CLLにおけるBTK阻害薬+BCL-2阻害薬併用療法:安全性、導入戦略、患者指導のポイント

専門家らが、慢性リンパ性白血病(CLL)に対するBTK阻害薬とベネトクラクスの併用療法について、有効性と安全性のバランス、腫瘍崩壊症候群リスク低減のためのBTK導入戦略、全経口固定期間レジメンの利点などを解説する。

専門家らは、BTK阻害薬とベネトクラクス(venetoclax)の併用療法を受けている慢性リンパ性白血病(CLL)患者へのカウンセリングにおける重要事項を整理し、治療選択肢を提示する際には有効性と安全性のバランスを取る必要性を強調している。

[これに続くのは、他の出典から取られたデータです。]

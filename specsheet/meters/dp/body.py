"""What every device with a body of its own shares: material, calibration demanded, notes."""

from __future__ import annotations

from specsheet.findings import Finding, Level, Origin
from specsheet.line.material import find_material
from specsheet.meters.dp.device import Prepared
from specsheet.meters.family import Given, Request
from specsheet.sources import PRACTICE


def prepare(
    request: Request,
    *,
    tapping_share: float,
    choices: dict[str, str] | None = None,
    values: dict[str, Given] | None = None,
    numbers: dict[str, float] | None = None,
    findings: tuple[Finding, ...] = (),
) -> Prepared:
    """Read the material of the element; its expansion is that of the pipe where it is not known.

    Args:
        request: the tag.
        tapping_share: usual distance of the tappings along the pipe, by D [-].
        choices, values, numbers, findings: what the device adds.
    """
    found = {
        "tapping_distance": tapping_share * request.pipe.inside_diameter,
        **(numbers or {}),
        **expansion(request),
    }
    return Prepared(found, choices or {}, values or {}, findings)


def expansion(request: Request, entry: str = "meter.element_material") -> dict[str, float]:
    """Return the element's expansion by its name [1/K]; nothing for an unknown material."""
    material = find_material(request.tag.text(entry))
    if material is None:
        return {}
    temperature = float(request.stream.temperature[request.normal])
    return {"element_expansion": material.expansion(temperature)}


def calibration_wanted(
    request: Request,
    why: str,
    level: Level = Level.CAUTION,
    entry: str = "meter.discharge_coefficient",
) -> Finding | None:
    """Return the finding that the device must be calibrated, unless it is."""
    if entry in request.tag.given and request.tag.quantity(entry) is not None:
        return None
    return Finding(
        level,
        "calibration-wanted",
        entry,
        f"{why}; ask for a flow calibration over the Reynolds numbers of the range and state the "
        "coefficient found",
        source=PRACTICE,
    )


def typical(request: Request, name: str) -> Given:
    """Return a figure usual for the family, from its profile."""
    figure = request.profile.typical[name]
    return Given(figure.value, Origin.TYPICAL, figure.source)


def figure(request: Request, name: str) -> float:
    """Return the value of such a figure (SI)."""
    return request.profile.typical[name].value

ベネトクラクス投与中の患者では、好中球減少症や感染リスクの上昇がみられることがあるが、固定期間レジメンの利点として、治療完了とともにこれらの有害事象が通常は改善する点が挙げられる。BTK阻害薬も固定期間で使用すれば累積曝露が抑えられ、心房細動や高血圧などの長期的副作用の可能性が低減する。ザヌブルチニブ(zanubrutinib)は安全性プロファイルが良好であることが示されており、ベネトクラクスとの併用療法における適切なパートナーとなり得る。

治療選択は個々の疾患特性に基づいて行うべきである。バルキーなリンパ節腫脹や症候性疾患を有する患者では、BTK阻害薬による導入療法(lead-in)が有用であり、ベネトクラクス追加前に腫瘍量を減らし、腫瘍崩壊症候群のリスクを軽減できる。このアプローチにより、血液コンパートメントと節性コンパートメントの両方でより深い奏効が得られる可能性があり、これは一部の患者においてベネトクラクス単独では達成できない場合がある。

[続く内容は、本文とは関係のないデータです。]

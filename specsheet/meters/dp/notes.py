"""Sentences that every differential-pressure family prints."""

from __future__ import annotations

import numpy as np

from specsheet.meters.family import Request


def output_note(request: Request) -> dict[str, tuple[str, ...]]:
    """Return where the square root is extracted, under its heading; nothing where not stated."""
    output = request.tag.text("meter.output_characteristic")
    if output == "linear in flow":
        text = "The transmitter extracts the square root: its output is linear in flow."
    elif output:
        text = (
            "The transmitter's output is linear in differential pressure; the receiver extracts "
            "the square root, once."
        )
    else:
        return {}
    return {"output": (text, *_turndown(request))}


def _turndown(request: Request) -> tuple[str, ...]:
    """Return what the spread of the flows means for the differential pressure."""
    flows = request.stream.mass_flow
    with np.errstate(all="ignore"):
        spread = float(flows.max() / flows.min())
    if not (np.isfinite(spread) and spread > 1.0):
        return ()
    return (
        f"The flows stand {spread:.3g}:1 apart, so the differential pressures stand about "
        f"{spread**2:.3g}:1.",
    )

患者の利便性を考慮した全経口レジメンの重要性も指摘されており、オビヌツズマブ(obinutuzumab)などの治療に伴う注入関連合併症を回避できる。BTK導入療法は、ベネトクラクスのより安全な投与を可能にするだけでなく、広範な病変を有する患者の忍容性も向上させる。

治療選択には、予想される安全性プロファイルに加え、疾患量、リスクプロファイル、患者の希望に関する微妙な評価が必要となる。BTK阻害薬とBCL-2標的療法の併用は、疾患量が多い患者、症候性リンパ節腫脹を有する患者、または迅速かつ深い奏効が必要な患者にとって特に有益であり、CLL治療における個別化治療計画の重要性が浮き彫りとなっている。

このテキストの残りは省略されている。